___ INFORMATION PROVIDED ___

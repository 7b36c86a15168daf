using System.Text.Json.Nodes;
using CouplingWatch.Records;
using CsCheck;

namespace CouplingWatch.StreamTests.Ndjson;

/// <summary>Random records of every kind: names with letters of many scripts, numbers of every size, NaN and infinities, vectors and bases of matching lengths.</summary>
internal static class RecordGen
{
    private static readonly Gen<double> Number = Gen.Frequency((8, Gen.Double), (1, Gen.OneOf(double.NaN, double.PositiveInfinity, double.NegativeInfinity, 0, -0.0, double.Epsilon, double.MaxValue)));
    private static readonly Gen<double> Norm = Gen.Frequency((8, Gen.Double[0, 1e30]), (1, Gen.OneOf(double.NaN, double.PositiveInfinity, 0)));
    private static readonly Gen<double> Positive = Gen.Double[0, 1e6];
    private static readonly Gen<string> Name = Gen.OneOf("deflection", "wall-temperature", "p", "Δp \"q\"", "水", "a\\b", "tab\tin");
    private static readonly Gen<string> Text = Gen.String[Gen.OneOf(Gen.Char['a', 'z'], Gen.OneOf('é', '水', '"', '\\', '\n', '\u0001', ' ', '{', '/')), 0, 12];
    private static readonly Gen<int> Count = Gen.Int[0, 100000];
    private static readonly Gen<DateTimeOffset> Time =
        Gen.Select(Gen.Long[0, 3_000_000_000_000], Gen.Int[-12, 12]).Select((ms, h) => DateTimeOffset.FromUnixTimeMilliseconds(ms).ToOffset(TimeSpan.FromHours(h)));

    private static Gen<T?> Maybe<T>(Gen<T> gen)
        where T : struct => Gen.Frequency((1, Gen.Const((T?)null)), (2, gen.Select(v => (T?)v)));

    private static Gen<T?> MaybeRef<T>(Gen<T> gen)
        where T : class => Gen.Frequency((1, Gen.Const((T?)null)), (2, gen.Select(v => (T?)v)));

    private static Gen<T> AnyOf<T>()
        where T : struct, Enum => Gen.OneOf(Enum.GetValues<T>());

    private static Gen<NamedValues> Named(Gen<double> value) =>
        Gen.Select(Name.Array[1, 5], value.Array[5]).Select((names, values) => new NamedValues([.. names.Distinct()], values[..names.Distinct().Count()]));

    private static readonly Gen<VectorPair> Vectors =
        Gen.Int[1, 20].SelectMany(n => Gen.Select(Number.Array[n], Number.Array[n])).Select((r, o) => new VectorPair(r, o));

    private static readonly Gen<SketchPair> Sketch =
        Gen.Int[1, 4].SelectMany(n => Gen.Select(Number.Array[8 * n], Number.Array[8 * n], Gen.Long[0, (1L << 53) - 1], Maybe(Gen.Int[1, 1 << 30])))
            .Select((r, o, seed, full) => new SketchPair(r.Length, seed, r, o, full));

    private static readonly Gen<ColumnBirth> Birth = Gen.Select(Count, Gen.Int[0, 60], Gen.Int[0, 2]).Select((s, k, a) => new ColumnBirth(s, k, a));

    private static readonly Gen<BasisReport> Basis = Gen.Int[0, 6]
        .SelectMany(n => Gen.Select(Birth.Array[n], Birth.Array[0, 3], MaybeRef(Number.Array[n * (n + 1) / 2]), MaybeRef(Number.Array[n])))
        .Select((columns, left, r, c) => new BasisReport(columns, left, r, c));

    private static readonly Gen<GroupData> Group = Gen.Select(MaybeRef(Vectors), MaybeRef(Sketch), MaybeRef(Basis)).Select((v, s, b) => new GroupData(v, s, b));

    private static readonly Gen<IReadOnlyList<WorstResidual>> Worst =
        Gen.Select(Name.Array[0, 3], Count, Number, MaybeRef(Number.Array[3]))
            .Select((names, i, v, at) => (IReadOnlyList<WorstResidual>)[.. names.Distinct().Select(n => new WorstResidual(n, i, v, at))]);

    private static readonly Gen<CouplingSettings> Settings =
        Gen.Select(Maybe(AnyOf<CouplingMethod>()), Maybe(Number), Maybe(Gen.Int[0, 50]), Maybe(AnyOf<FilterRule>()), Maybe(Positive), Maybe(Gen.Int[1, 100]), Gen.Select(Maybe(Positive), MaybeRef(Text), Gen.Bool))
            .Select((method, relaxation, history, rule, threshold, cap, rest) => new CouplingSettings
            {
                Method = method,
                Relaxation = relaxation,
                HistorySteps = history,
                FilterRule = rule,
                FilterThreshold = threshold,
                IterationCap = cap,
                PredictorOrder = history % 3,
                Tolerance = rest.Item1,
                Surrogate = rest.Item2,
                Own = rest.Item3 ? new JsonObject { ["damping"] = 0.25, ["list"] = new JsonArray(1, "two") } : null,
            });

    private static readonly Gen<FieldDeclaration> Field =
        Gen.Select(MaybeRef(Text), Maybe(Gen.Int[1, 1000]), AnyOf<FieldRole>(), MaybeRef(Name), Maybe(Positive), AnyOf<FieldNorm>(), AnyOf<ToleranceReference>())
            .Select((unit, size, role, group, weight, norm, reference) => new FieldDeclaration
            {
                Name = "",
                Unit = unit,
                Size = size,
                Role = role,
                Group = group,
                From = group,
                Weight = weight,
                Norm = norm,
                RelativeTo = reference,
                Relative = weight,
                Absolute = weight / 2,
            });

    private static readonly Gen<IReadOnlyList<FieldDeclaration>> Fields =
        Gen.Select(Name.Array[1, 4], Field.Array[4]).Select((names, fields) => (IReadOnlyList<FieldDeclaration>)[.. names.Distinct().Select((n, i) => fields[i] with { Name = n })]);

    private static readonly Gen<AdjustableSettings> Adjustable =
        Gen.Select(Gen.Bool, Gen.Bool, Gen.Bool).Select((ranges, choices, commands) => new AdjustableSettings
        {
            Ranges = ranges ? new Dictionary<string, NumberRange> { ["relaxation"] = new(0.01, 1), ["historySteps"] = new(0, 40) } : new Dictionary<string, NumberRange>(),
            Choices = choices ? new Dictionary<string, IReadOnlyList<string>> { ["filterRule"] = ["own-norm", "pivot-ratio"], ["empty"] = [] } : new Dictionary<string, IReadOnlyList<string>>(),
            Commands = commands ? ["dropHistory", "stop"] : [],
        });

    private static readonly Gen<StreamRecord> Open =
        Gen.Select(MaybeRef(Text), AnyOf<CouplingScheme>(), AnyOf<Stepping>(), Fields, Settings, Adjustable, Gen.Select(Maybe(Positive), Maybe(Time), MaybeRef(Text)))
            .Select((text, scheme, stepping, fields, settings, adjustable, rest) => (StreamRecord)new OpenRecord
            {
                Instance = text,
                Campaign = rest.Item3,
                Title = text,
                Scheme = scheme,
                Stepping = stepping,
                Fields = fields,
                Settings = settings,
                Adjustable = adjustable,
                Solvers = text is null ? [] : [new SolverDeclaration("water", rest.Item1, null), new SolverDeclaration("leaf")],
                TimeStep = rest.Item1,
                EndTime = rest.Item1,
                AllocationEndsAt = rest.Item2,
                Nodes = rest.Item1,
                BeatSeconds = rest.Item1,
                Continues = text is null ? null : new Continuation("leaf80-1", 400, rest.Item3),
                Provenance = text is null ? new Dictionary<string, string>() : new Dictionary<string, string> { ["mesh"] = text },
                Labels = text is null ? new Dictionary<string, string>() : new Dictionary<string, string> { ["thickness_mm"] = "80" },
            });

    private static readonly Gen<StreamRecord> Iteration =
        Gen.Select(Named(Norm), MaybeRef(Named(Norm)), MaybeRef(Named(Number)), Maybe(Number), Worst, Group, Gen.Select(Count, Count, Maybe(Gen.Int[0, 3]), Gen.Bool, MaybeRef(Group), MaybeRef(Named(Gen.OneOf(0.0, 1.0)))))
            .Select((residuals, magnitudes, seconds, number, worst, data, rest) => (StreamRecord)new IterationRecord
            {
                Step = rest.Item1,
                Iteration = rest.Item2,
                Attempt = rest.Item3,
                Residuals = residuals,
                Magnitudes = magnitudes,
                Targets = magnitudes,
                Met = rest.Item6,
                Seconds = seconds,
                Time = number,
                TimeStep = number,
                PassSeconds = number,
                Relaxation = number,
                Worst = worst,
                Vectors = data.Vectors,
                Sketch = data.Sketch,
                Basis = data.Basis,
                Surrogate = rest.Item4 ? new SurrogateReport(rest.Item1, number, null) : null,
                Groups = rest.Item5 is { } group ? new Dictionary<string, GroupData> { ["gate"] = group, ["valve"] = data } : null,
            });

    private static readonly Gen<StreamRecord> Small = Gen.OneOf<StreamRecord>(
        Gen.Select(Count, Maybe(Count), Maybe(Number), AnyOf<StepOutcome>()).Select((s, n, dt, o) => (StreamRecord)new StepRecord { Step = s, Iterations = n, Attempt = n, TimeStep = dt, Outcome = o }),
        Gen.Select(Count, Maybe(Count), Settings).Select((r, f, s) => (StreamRecord)new AppliedRecord { Revision = r, FromStep = f, FromIteration = f, Settings = s }),
        Gen.Select(Count, Text).Select((r, t) => (StreamRecord)new AppliedRecord { Revision = r, Refused = t }),
        Gen.Select(Count, Maybe(Number)).Select((s, t) => (StreamRecord)new CheckpointRecord { Step = s, Time = t, Seconds = t }),
        Gen.Select(Fields, Gen.Bool, Gen.Bool).Select((f, m, r) => (StreamRecord)new ResizeRecord { Fields = f, BasisMapped = m, Reordered = r }),
        Gen.Select(Maybe(Count), MaybeRef(Text)).Select((n, w) => (StreamRecord)new SkippedRecord { Iterations = n, Why = w }),
        Text.Select(t => (StreamRecord)new RemarkRecord { Text = t }),
        Gen.Select(AnyOf<CloseOutcome>(), MaybeRef(Text)).Select((o, r) => (StreamRecord)new CloseRecord { Outcome = o, Reason = r }),
        Gen.Select(MaybeRef(Name), Maybe(Number)).Select((i, s) => (StreamRecord)new BeatRecord { In = i, InsideSeconds = s }),
        Gen.Const((StreamRecord)new UnknownRecord("weather")));

    /// <summary>Any record, with a seq and maybe a time.</summary>
    public static readonly Gen<StreamRecord> Any =
        Gen.Select(Gen.Frequency((2, Open), (4, Iteration), (3, Small)), Gen.Long[1, 1L << 50], Maybe(Time), Gen.Bool)
            .Select((record, seq, at, bare) => record with { Seq = record is OpenRecord ? 0 : record is BeatRecord && bare ? -1 : seq, At = at });

    /// <summary>Any record but those that fix vector lengths, so that any of them may follow any other.</summary>
    public static readonly Gen<StreamRecord> WithoutShape = Any.Where(r => r is not (OpenRecord or ResizeRecord));
}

___

**YOUR INSTRUCTIONS**
Reproduce exactly, and with no other material, the lines between those holding "of matching lengths.</summary>" and "private static readonly Gen<double> Positive", inclusive.

**WRITTEN REPLY**
/// <summary>Random records of every kind: names with letters of many scripts, numbers of every size, NaN and infinities, vectors and bases of matching lengths.</summary>
internal static class RecordGen
{
    private static readonly Gen<double> Number = Gen.Frequency((8, Gen.Double), (1, Gen.OneOf(double.NaN, double.PositiveInfinity, double.NegativeInfinity, 0, -0.0, double.Epsilon, double.MaxValue)));
    private static readonly Gen<double> Norm = Gen.Frequency((8, Gen.Double[0, 1e30]), (1, Gen.OneOf(double.NaN, double.PositiveInfinity, 0)));
    private static readonly Gen<double> Positive = Gen.Double[0, 1e6];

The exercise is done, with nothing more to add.